Records for the task>
╭──
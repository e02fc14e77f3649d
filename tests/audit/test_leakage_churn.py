"""Leakage's ITT dilution and churn's re-randomization expectation, by hand and against simulation."""

from __future__ import annotations

from pathlib import Path

import numpy as np
import pandas as pd
import pytest

from armlock.assign import assign_many, spec_from_dict
from armlock.audit.churn import expected_multi_arm
from armlock.audit.leakage import itt_dilution
from armlock.audit.render import check_by_id
from armlock.audit.run import run_audit


def test_itt_dilution_is_the_exposure_rate_gap() -> None:
    # Angrist, Imbens & Rubin (1996), JASA 91(434): ITT_Y = CACE * (E[D|Z=1] - E[D|Z=0]) (the Wald
    # ratio, REFERENCES.md §7). With 60% exposure in the exposed arm and 2% leakage into the holdout,
    # the ITT difference is 58% of the per-exposed effect.
    assert itt_dilution(0.60, 0.02) == pytest.approx(0.58)
    # simulated check: per-exposed effect 1.0, ITT difference of means = 0.58
    rng = np.random.default_rng(0)
    n = 400_000
    z = rng.random(n) < 0.5
    d = np.where(z, rng.random(n) < 0.60, rng.random(n) < 0.02)
    y = rng.normal(0, 1, n) + 1.0 * d
    itt = y[z].mean() - y[~z].mean()
    assert itt == pytest.approx(itt_dilution(d[z].mean(), d[~z].mean()), abs=0.015)


def test_expected_multi_arm_by_hand() -> None:
    # Common practice (independent re-hashing): a customer with k ids stays in one arm with
    # probability sum_i theta_i^k. 50/50, k=2: 1 - 0.5 = 0.5; 90/10, k=2: 1 - 0.81 - 0.01 = 0.18;
    # 90/10, k=3: 1 - 0.729 - 0.001 = 0.27.
    assert expected_multi_arm([2], [0.5, 0.5]) == pytest.approx(0.5)
    assert expected_multi_arm([2, 3, 1], [0.9, 0.1]) == pytest.approx(0.18 + 0.27 + 0.0)


def test_churn_check_against_direct_count(tmp_path: Path) -> None:
    spec = spec_from_dict({"name": "c", "salt": "churn-salt", "start": "2026-01-05T00:00:00Z",
                           "arms": [{"name": "holdout", "weight": 2000}, {"name": "exposed", "weight": 8000}],
                           "audit": {"segments": [], "covariates": [], "categorical_covariates": []}})
    rng = np.random.default_rng(1)
    n = 6000
    ids = [f"id-{i}" for i in range(n)]
    arms = assign_many(spec, ids)
    cust = [f"cust-{c}" for c in rng.integers(0, 2500, n)]  # ~2.4 ids per customer
    visits = pd.DataFrame({"unit_id": ids, "first_seen": "2026-01-06T12:00:00Z", "arm": arms,
                           "browser_family": rng.choice(["webkit", "gecko"], n)})
    links = pd.DataFrame({"unit_id": ids, "customer_key": cust})
    visits.to_csv(tmp_path / "v.csv", index=False)
    links.to_csv(tmp_path / "i.csv", index=False)
    rep = run_audit(spec, visits=tmp_path / "v.csv", identities=tmp_path / "i.csv")
    churn = check_by_id(rep, "churn")
    per = pd.DataFrame({"c": cust, "a": arms}).groupby("c")["a"].nunique()
    assert churn.figures["customers"].value == len(per)
    assert churn.figures["multi_arm_customers"].value == int((per > 1).sum())
    k = pd.Series(cust).value_counts().to_numpy()
    assert churn.figures["expected_share"].value == pytest.approx(expected_multi_arm(k, [0.2, 0.8]) / len(per))
    # independent hashing: observed close to expected
    assert churn.figures["multi_arm_share"].value == pytest.approx(churn.figures["expected_share"].value, abs=0.03)
    assert churn.status == "fail"  # ~ 40% of customers in several arms
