"""The `[audit]` tables: the text `armlock init` writes equals the defaults, names every field, and validates."""

from __future__ import annotations

import tomllib

import pytest
from pydantic import BaseModel, ValidationError

from armlock.assign import SpecError, spec_from_dict
from armlock.assign.spec_audit import AuditSettings, audit_section_toml


def _fields(model: type[BaseModel], prefix: str = "") -> list[str]:
    out = []
    for name, f in model.model_fields.items():
        ann = f.annotation
        if isinstance(ann, type) and issubclass(ann, BaseModel):
            out += _fields(ann, f"{prefix}{name}.")
        else:
            out.append(prefix + name)
    return out


def test_written_section_equals_the_defaults() -> None:
    data = tomllib.loads(audit_section_toml())
    assert AuditSettings.model_validate(data["audit"]) == AuditSettings()


def test_every_field_is_written_with_a_comment() -> None:
    text = audit_section_toml()
    data = tomllib.loads(text)["audit"]
    for path in _fields(AuditSettings):
        node = data
        for part in path.split("."):
            assert part in node, f"{path} is not written by audit_section_toml()"
            node = node[part]
        *table, key = path.split(".")
        header = "[audit" + "".join(f".{t}" for t in table) + "]"
        section = text.split(header + "\n", 1)[1].split("\n[", 1)[0]
        line = next(ln for ln in section.splitlines() if ln.startswith(f"{key} ="))
        assert "#" in line, f"{path} has no comment"


@pytest.mark.parametrize("audit,message", [
    ({"thresholds": {"leak_warn": 0.1, "leak_fail": 0.01}}, "leak_warn (0.1) must not exceed leak_fail (0.01)"),
    ({"exposures": {"impression_values": ["view"], "click_values": ["view"]}}, "both impression and click: view"),
    ({"segments": ["unit_id"]}, "segments must not list the id, time or arm column: unit_id"),
    ({"covariates": ["device"]}, "either numeric or categorical, not both: device"),
    ({"thresholds": {"srm_p": 0}}, "srm_p"),
])
def test_bad_audit_settings_are_refused(audit: dict, message: str) -> None:
    with pytest.raises(SpecError) as exc:
        spec_from_dict({"name": "t", "salt": "s", "start": "2026-01-05T00:00:00Z", "audit": audit,
                        "arms": [{"name": "holdout", "weight": 5000}, {"name": "exposed", "weight": 5000}]})
    assert message in str(exc.value)


def test_unknown_audit_key_lists_valid_keys() -> None:
    with pytest.raises(ValidationError):
        AuditSettings.model_validate({"visits": {"user": "x"}})
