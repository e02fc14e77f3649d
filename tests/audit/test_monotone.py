"""Monotone checks (issue #20): a check's status never improves as its seeded fault grows.

Hypothesis sweeps each fault's size to extreme values (p-values that underflow to exactly 0, a
covariate of 1e308, an arm that all but vanishes) on the engine-neutral tables the checks read, so
each example costs milliseconds. Severity: pass < warn < fail (skipped never occurs here).
"""

from __future__ import annotations

import numpy as np
import pandas as pd
from hypothesis import HealthCheck, given, settings
from hypothesis import strategies as st

from armlock.assign import spec_from_dict
from armlock.audit.balance import check_balance
from armlock.audit.churn import check_churn
from armlock.shared.engine_pandas import numeric_moments
from armlock.audit.leakage import check_leakage
from armlock.audit.model import SEVERITY
from armlock.audit.srm import check_srm
from armlock.shared.tables import NUMERIC_COLUMNS, BalanceTables, ChurnTables, LeakageTables, SplitTables

SPEC = spec_from_dict({"name": "mono", "salt": "invented-mono-2026", "start": "2026-01-05T00:00:00Z",
                       "arms": [{"name": "holdout", "weight": 2000}, {"name": "exposed", "weight": 8000}],
                       "audit": {"covariates": ["pre_orders"], "categorical_covariates": [], "segments": []}})
ARMS = ["holdout", "exposed"]
FAST = settings(max_examples=60, deadline=None, suppress_health_check=[HealthCheck.too_slow])
# fault sizes spread over many orders of magnitude: 0, tiny, moderate, up to near the float maximum
SIZES = st.one_of(st.just(0.0), st.floats(min_value=1e-6, max_value=1e300, allow_nan=False, allow_infinity=False),
                  st.sampled_from([1e-3, 0.05, 0.25, 1.0, 10.0, 1e6, 1e150, 1e200, 1e300]))


def _grows(f: st.SearchStrategy[float]) -> st.SearchStrategy[tuple[float, float]]:
    return st.tuples(f, f).map(lambda t: (min(t), max(t)))


# -- covariate balance: the exposed arm's pre-period bumped by a factor, or one huge value ---------
_RNG = np.random.default_rng(20)
_N = 2_000
_ARM = (_RNG.uniform(size=_N) < 0.8).astype(np.int64)  # 0 holdout, 1 exposed
_BASE = _RNG.gamma(2.0, 3.0, size=_N)


def _balance_status(x: np.ndarray) -> str:
    rows = [{"covariate": "pre_orders", "arm": ARMS[int(r.pop("arm_index"))], **r}
            for r in numeric_moments(x, _ARM, 2)]
    return check_balance(SPEC, BalanceTables(numeric=pd.DataFrame(rows, columns=NUMERIC_COLUMNS),
                                             categorical={})).status


def _bumped(f: float) -> np.ndarray:
    with np.errstate(over="ignore"):
        return np.where(_ARM == 1, _BASE * (1.0 + f), _BASE)


@FAST
@given(_grows(SIZES))
def test_balance_never_improves_as_the_imbalance_grows(sizes: tuple[float, float]) -> None:
    small, large = sizes
    assert SEVERITY[_balance_status(_bumped(small))] <= SEVERITY[_balance_status(_bumped(large))], sizes


def test_balance_fails_an_extreme_imbalance_whose_p_underflows() -> None:
    # a 25% bump: SMD about 0.4, Holm p exactly 0.0 in double precision; it once read as p = 1 (PASS)
    for f in (0.25, 1.0, 1e6, 1e300):
        assert _balance_status(_bumped(f)) == "fail", f


@FAST
@given(_grows(st.floats(min_value=0.0, max_value=1e308, allow_nan=False)))
def test_balance_never_improves_as_one_value_grows_to_1e308(sizes: tuple[float, float]) -> None:
    def one(v: float) -> str:
        x = _BASE.copy()
        x[np.argmax(_ARM == 1)] = v
        return _balance_status(x)

    assert SEVERITY[one(sizes[0])] <= SEVERITY[one(sizes[1])], sizes


def test_a_covariate_of_1e308_is_never_a_pass() -> None:
    x = _BASE.copy()
    x[np.argmax(_ARM == 1)] = 1e308
    assert _balance_status(x) != "pass"


# -- SRM: the holdout loses a share of its units, at sizes up to a billion --------------------------
def _srm_status(n: int, loss: float) -> str:
    hold = int(round(n * 0.2 * (1.0 - loss)))
    exp = int(round(n * 0.8))
    daily = pd.DataFrame({"holdout": [hold], "exposed": [exp]}, index=["2026-01-05"])
    return check_srm(SPEC, SplitTables(arms=ARMS, units={"holdout": hold, "exposed": exp}, daily=daily,
                                       segments={})).status


@FAST
@given(st.integers(min_value=50, max_value=10**9), _grows(st.floats(min_value=0.0, max_value=1.0)))
def test_srm_never_improves_as_the_holdout_shrinks(n: int, losses: tuple[float, float]) -> None:
    assert SEVERITY[_srm_status(n, losses[0])] <= SEVERITY[_srm_status(n, losses[1])], (n, losses)


def test_srm_fails_when_the_holdout_vanishes_at_scale() -> None:
    assert _srm_status(10**9, 1.0) == "fail" and _srm_status(10**6, 0.5) == "fail"


# -- leakage: the vendor reaches a growing share of the holdout -------------------------------------
def _leak_status(h_units: int, leaked: int) -> str:
    by_arm = pd.DataFrame({"units": [h_units, 4 * h_units], "exposed_units": [leaked, 2 * h_units],
                           "pre_exposed_units": [0, 0], "impressions": [leaked, 8 * h_units], "clicks": [0, 0]},
                          index=ARMS)
    empty = pd.DataFrame(columns=["units", "impressions", "clicks"])
    lt = LeakageTables(rows=10 * h_units, by_arm=by_arm, holdout_by_campaign=empty, holdout_by_week=empty,
                       holdout_first=None, pre_before_start=0, pre_before_assignment=0, pre_rows=0, unseen_ids=0,
                       unseen_rows=0, unseen_by_arm={}, exposed_ids=2 * h_units + leaked, rows_read=10 * h_units)
    return check_leakage(SPEC, lt).status


@FAST
@given(st.integers(min_value=1, max_value=10**9), _grows(st.floats(min_value=0.0, max_value=1.0)))
def test_leakage_never_improves_as_it_grows(h_units: int, shares: tuple[float, float]) -> None:
    a, b = (_leak_status(h_units, int(s * h_units)) for s in shares)
    assert SEVERITY[a] <= SEVERITY[b], (h_units, shares)


# -- identity churn: a growing share of customers in several arms -----------------------------------
def _churn_status(customers: int, share: float) -> str:
    multi = int(share * customers)
    by_browser = pd.DataFrame({"customers": [customers], "multi_arm": [multi]}, index=["browser-a"])
    hist = pd.DataFrame({"browser": ["browser-a"], "ids": [2], "customers": [customers]})
    ct = ChurnTables(links=2 * customers, customers=customers, multi_arm=multi, ids_hist={2: customers},
                     by_browser=by_browser, browser_hist=hist, ids_not_in_visits=0, link_ids=2 * customers)
    return check_churn(SPEC, ct).status


@FAST
@given(st.integers(min_value=1, max_value=10**8), _grows(st.floats(min_value=0.0, max_value=1.0)))
def test_churn_never_improves_as_it_grows(customers: int, shares: tuple[float, float]) -> None:
    a, b = (_churn_status(customers, s) for s in shares)
    assert SEVERITY[a] <= SEVERITY[b], (customers, shares)
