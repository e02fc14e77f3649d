"""Covariate balance against Austin's formulas by hand, statsmodels and scipy."""

from __future__ import annotations

import math
from fractions import Fraction

import numpy as np
import pandas as pd
import pytest
from scipy import stats
from statsmodels.stats.meta_analysis import effectsize_smd

from armlock.assign import spec_from_dict
from armlock.audit.balance import (
    check_balance,
    chi2_independence_p,
    sample_variance,
    smd_binary,
    smd_continuous,
    kruskal_from_ranks,
    pool_rare_levels,
    randomization_mean_p,
    smd_chance_se,
    two_by_two_p,
    variance_ratio,
)
from armlock.shared.engine_pandas import numeric_moments
from armlock.shared.tables import NUMERIC_COLUMNS, BalanceTables, merge_moments


def test_smd_continuous_hand_computation() -> None:
    # Austin (2009), Statistics in Medicine 28(25), continuous covariates:
    # d = (mean_T - mean_C) / sqrt((s_T^2 + s_C^2) / 2). Means 10.5 vs 10.0, SDs 2.2 vs 2.0:
    # d = 0.5 / sqrt((4.84 + 4) / 2) = 0.5 / sqrt(4.42) = 0.237826, VR = 4.84 / 4 = 1.21
    # (REFERENCES.md §4, DERIVED values).
    assert smd_continuous(10.5, 2.2**2, 10.0, 2.0**2) == pytest.approx(0.5 / math.sqrt(4.42))
    assert smd_continuous(10.5, 2.2**2, 10.0, 2.0**2) == pytest.approx(0.237826, abs=1e-6)


def test_smd_binary_hand_computation_and_austin_phi_equivalence() -> None:
    # Austin (2009), binary: d = (p_T - p_C) / sqrt((p_T(1-p_T) + p_C(1-p_C)) / 2);
    # 0.35 vs 0.30 -> 0.05 / sqrt((0.2275 + 0.21) / 2) = 0.106904 (REFERENCES.md §4, DERIVED).
    assert smd_binary(0.35, 0.30) == pytest.approx(0.05 / math.sqrt(0.4375 / 2))
    assert smd_binary(0.35, 0.30) == pytest.approx(0.106904, abs=1e-6)
    # Austin (2009), Communications in Statistics - Simulation and Computation 38(6): an SMD of
    # 0.1 corresponds to phi = 0.05; REFERENCES.md §4 VERIFIED p_T = 0.5499 at p_C = 0.5 and
    # p_T = 0.1320 at p_C = 0.1 for SMD 0.1.
    assert smd_binary(0.5499, 0.5) == pytest.approx(0.1, abs=5e-4)
    assert smd_binary(0.1320, 0.1) == pytest.approx(0.1, abs=5e-4)


def test_smd_matches_statsmodels_effectsize_smd_without_bias_correction() -> None:
    # statsmodels.stats.meta_analysis.effectsize_smd returns Hedges' bias-corrected SMD with the
    # pooled SD sqrt(((n1-1)s1^2 + (n2-1)s2^2) / (n1+n2-2)) and correction 1 - 3/(4N - 9)
    # (statsmodels source, after Borenstein 2009). With equal group sizes the pooled SD equals
    # Austin's sqrt((s1^2 + s2^2)/2), so Austin's d = smd_bc / correction.
    rng = np.random.default_rng(1)
    t, c = rng.gamma(2.0, 3.0, 4000), rng.gamma(2.1, 3.0, 4000)
    bc, _ = effectsize_smd(t.mean(), t.std(ddof=1), len(t), c.mean(), c.std(ddof=1), len(c))
    corr = 1 - 3 / (4 * (len(t) + len(c)) - 9)
    ours = smd_continuous(t.mean(), t.var(ddof=1), c.mean(), c.var(ddof=1))
    assert ours == pytest.approx(bc / corr, rel=1e-10)


def _exact_mean(x: np.ndarray) -> float:
    return float(sum(map(Fraction, x.tolist())) / len(x))


def _exact_var(x: np.ndarray) -> float:
    vals = list(map(Fraction, x.tolist()))
    m = sum(vals) / len(vals)
    return float(sum((v - m) ** 2 for v in vals) / (len(vals) - 1))


def test_moments_match_numpy_and_keep_precision_at_a_large_offset() -> None:
    # Reference: numpy mean / var(ddof=1) on the raw values. 1e9 + N(0, 1): raw sums of squares
    # would cancel to nothing (mean/SD = 1e9); central moments keep the SMD to 1e-9.
    rng = np.random.default_rng(2)
    for x in (rng.lognormal(3, 1, 10_000), 1e9 + rng.normal(0, 1, 10_000)):
        arm = rng.integers(0, 2, len(x))
        rows = numeric_moments(x, arm, 2)
        for i in (0, 1):
            assert rows[i]["mean"] == pytest.approx(x[arm == i].mean(), rel=1e-15)
            var = sample_variance(int(rows[i]["n"]), float(rows[i]["m2"]))
            assert var == pytest.approx(x[arm == i].var(ddof=1), rel=1e-9)
        a, b = x[arm == 1], x[arm == 0]
        # the SMD reference in exact rational arithmetic (Python's fractions): at 1e9 numpy's own
        # pairwise means are off by an ulp (1.2e-7), more than the 1e-9 asked of ours
        ref = (_exact_mean(a) - _exact_mean(b)) / math.sqrt((_exact_var(a) + _exact_var(b)) / 2)
        ours = smd_continuous(float(rows[1]["mean"]), sample_variance(int(rows[1]["n"]), float(rows[1]["m2"])),
                              float(rows[0]["mean"]), sample_variance(int(rows[0]["n"]), float(rows[0]["m2"])))
        assert abs(ours - ref) < 1e-9


def test_merge_moments_equals_the_pooled_moments() -> None:
    # Chan, Golub & LeVeque (1979), pairwise update; reference: numpy on the pooled values.
    rng = np.random.default_rng(9)
    x = 1e9 + rng.normal(0, 1, 3001)
    parts = np.array_split(x, 7)
    acc = (0, 0.0, 0.0)
    for p in parts:
        acc = merge_moments(acc, (len(p), float(p.mean()), float(((p - p.mean()) ** 2).sum())))
    assert acc[0] == len(x)
    assert acc[1] == pytest.approx(x.mean(), rel=1e-15)
    # each part's mean is rounded to the spacing of doubles near 1e9 (1.2e-7), so 1e-8 relative
    assert acc[2] / (len(x) - 1) == pytest.approx(x.var(ddof=1), rel=1e-8)


def test_rank_sums_and_ties_give_scipy_kruskal() -> None:
    # Reference: scipy.stats.kruskal (Kruskal & Wallis 1952, with the tie correction); the rank sums
    # come from the pooled average ranks (scipy.stats.rankdata), as audit.tables documents.
    rng = np.random.default_rng(10)
    x = np.where(rng.random(900) < 0.6, 0.0, np.round(rng.lognormal(3, 1, 900), 0))
    arm = rng.integers(0, 3, 900)
    rows = numeric_moments(x, arm, 3)
    n = np.array([r["n"] for r in rows], dtype=float)
    r_sum = np.array([r["rank_sum"] for r in rows])
    big_n = n.sum()
    h = 12 / (big_n * (big_n + 1)) * (r_sum ** 2 / n).sum() - 3 * (big_n + 1)
    h /= 1 - rows[0]["ties"] / (big_n ** 3 - big_n)
    ref = stats.kruskal(*(x[arm == i] for i in range(3)))
    assert h == pytest.approx(ref.statistic, rel=1e-10)


def test_randomization_variance_of_the_mean_difference_equals_full_enumeration() -> None:
    # DERIVED (Cochran 1977, Sampling Techniques, variance of a mean under sampling without
    # replacement): over all ways to allocate the pooled units, mean_T - mean_C has variance
    # S^2 (1/n_T + 1/n_C). Reference: brute-force enumeration of every allocation of 10 units (numpy).
    from itertools import combinations
    x = np.array([0.0, 0.0, 0.0, 1.0, 2.0, 3.5, 10.0, 0.0, 40.0, 7.0])
    diffs = []
    for t in combinations(range(10), 4):
        mask = np.zeros(10, bool)
        mask[list(t)] = True
        diffs.append(x[mask].mean() - x[~mask].mean())
    enum_var = np.var(diffs)  # over all 210 allocations (mean is exactly 0)
    assert enum_var == pytest.approx(x.var(ddof=1) * (1 / 4 + 1 / 6), rel=1e-12)
    z = 1.5 / math.sqrt(enum_var)
    assert randomization_mean_p(4, 1.5, 6, 0.0, x.var(ddof=1)) == pytest.approx(2 * stats.norm.sf(z), rel=1e-12)
    assert smd_chance_se(100, 900) == pytest.approx(math.sqrt(1 / 100 + 1 / 900))


def test_kruskal_from_ranks_equals_scipy_kruskal_and_mannwhitney() -> None:
    # References: scipy.stats.kruskal (Kruskal & Wallis 1952) and, for two arms,
    # scipy.stats.mannwhitneyu(use_continuity=False, method="asymptotic") (two-sided).
    rng = np.random.default_rng(12)
    x = np.where(rng.random(700) < 0.7, 0.0, np.round(rng.lognormal(3, 1, 700), 1))
    arm = (rng.random(700) < 0.2).astype(int)
    rows = numeric_moments(x, arm, 2)
    p = kruskal_from_ranks(np.array([r["n"] for r in rows]), np.array([r["rank_sum"] for r in rows]),
                           float(rows[0]["ties"]))
    assert p == pytest.approx(stats.kruskal(x[arm == 0], x[arm == 1]).pvalue, rel=1e-10)
    mw = stats.mannwhitneyu(x[arm == 0], x[arm == 1], use_continuity=False, method="asymptotic").pvalue
    assert p == pytest.approx(mw, rel=1e-8)


def test_two_by_two_uses_fisher_for_small_cells_and_chi2_otherwise() -> None:
    # References: scipy.stats.fisher_exact (Fisher 1922) and scipy.stats.chi2_contingency.
    small = np.array([[3, 97], [0, 900]])
    assert two_by_two_p(small) == pytest.approx(stats.fisher_exact(small).pvalue)
    large = np.array([[300, 700], [2900, 6100]])
    assert two_by_two_p(large) == pytest.approx(stats.chi2_contingency(large, correction=False).pvalue)


def test_rare_levels_are_pooled_by_their_totals_only() -> None:
    t = np.array([[500, 4500], [2, 20], [1, 10], [400, 3600]])
    out = pool_rare_levels(t)
    np.testing.assert_array_equal(out, [[500, 4500], [400, 3600]])  # 33 units pooled: 3.3 expected, dropped
    t2 = np.array([[500, 4500], [4, 30], [3, 35], [400, 3600]])  # 3.4 and 3.8 expected: 7.2 when pooled
    np.testing.assert_array_equal(pool_rare_levels(t2), [[500, 4500], [400, 3600], [7, 65]])


def test_variance_ratio_edge_values() -> None:
    assert variance_ratio(0.0, 0.0) == 1.0
    assert variance_ratio(2.0, 0.0) == math.inf
    assert variance_ratio(4.0, 2.0) == 2.0


def test_chi2_independence_matches_scipy_and_ignores_empty_levels() -> None:
    table = np.array([[120, 130], [80, 60], [0, 0], [30, 45]])
    ref = stats.chi2_contingency(table[[0, 1, 3]], correction=False).pvalue
    assert chi2_independence_p(table) == pytest.approx(ref)


SPEC = spec_from_dict({"name": "t", "salt": "s", "start": "2026-01-05T00:00:00Z",
                       "arms": [{"name": "holdout", "weight": 5000}, {"name": "exposed", "weight": 5000}],
                       "audit": {"covariates": ["x", "flag"], "categorical_covariates": ["dev"]}})


def _tables(data: dict[str, tuple[np.ndarray, np.ndarray]], cats: dict[str, pd.DataFrame]) -> BalanceTables:
    rows = []
    for cov, (h, e) in data.items():
        x = np.concatenate([h, e])
        arm = np.repeat([0, 1], [len(h), len(e)])
        for name, r in zip(("holdout", "exposed"), numeric_moments(x, arm, 2)):
            rows.append({"covariate": cov, "arm": name, **{c: r[c] for c in NUMERIC_COLUMNS[2:]}})
    return BalanceTables(numeric=pd.DataFrame(rows, columns=NUMERIC_COLUMNS), categorical=cats)


def test_check_balance_figures_equal_direct_computation_and_flag_imbalance() -> None:
    rng = np.random.default_rng(5)
    h, e = rng.normal(10, 2, 5000), rng.normal(10.5, 2.2, 5000)  # SMD about 0.24 -> warn (0.1 < d <= 0.25)
    fh, fe = (rng.random(5000) < 0.3).astype(float), (rng.random(5000) < 0.3).astype(float)
    cats = {"dev": pd.DataFrame({"holdout": [3000, 2000], "exposed": [2990, 2010]},
                                index=pd.Index(["mobile", "desktop"], name="level"))}
    check = check_balance(SPEC, _tables({"x": (h, e), "flag": (fh, fe)}, cats))
    rows = {(r[0], r[1]): r for r in check.tables[0].rows}
    expect = (e.mean() - h.mean()) / math.sqrt((e.var(ddof=1) + h.var(ddof=1)) / 2)
    assert rows[("x", None)][5] == pytest.approx(expect, abs=1e-6)
    assert rows[("x", None)][7] == pytest.approx(e.var(ddof=1) / h.var(ddof=1), abs=1e-6)
    assert rows[("flag", None)][5] == pytest.approx(smd_binary(fe.mean(), fh.mean()), abs=1e-6)
    assert rows[("flag", None)][7] is None  # no variance ratio for a binary covariate
    assert rows[("dev", "mobile")][5] == pytest.approx(smd_binary(2990 / 5000, 3000 / 5000), abs=1e-6)
    assert check.status == "warn"
    assert check.figures["worst_covariate"].value == "x"
    big = check_balance(SPEC, _tables({"x": (h, h + 1.0), "flag": (fh, fe)}, cats))
    assert big.status == "fail"  # |SMD| about 0.5 > 0.25
    same = check_balance(SPEC, _tables({"x": (h, rng.permutation(h)), "flag": (fh, fh)}, cats))
    assert same.status == "pass"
╰──
Exercise objective>
Working from the material above, restate word for word the lines between the line with "# (statsmodels source, after" and the line with "t, c = rng.gamma(2.0, 3.0, 4000), rng.gamma(2.1, 3.0, 4000)", both included, and only those.

Result>
    # (statsmodels source, after Borenstein 2009). With equal group sizes the pooled SD equals
    # Austin's sqrt((s1^2 + s2^2)/2), so Austin's d = smd_bc / correction.
    rng = np.random.default_rng(1)
    t, c = rng.gamma(2.0, 3.0, 4000), rng.gamma(2.1, 3.0, 4000)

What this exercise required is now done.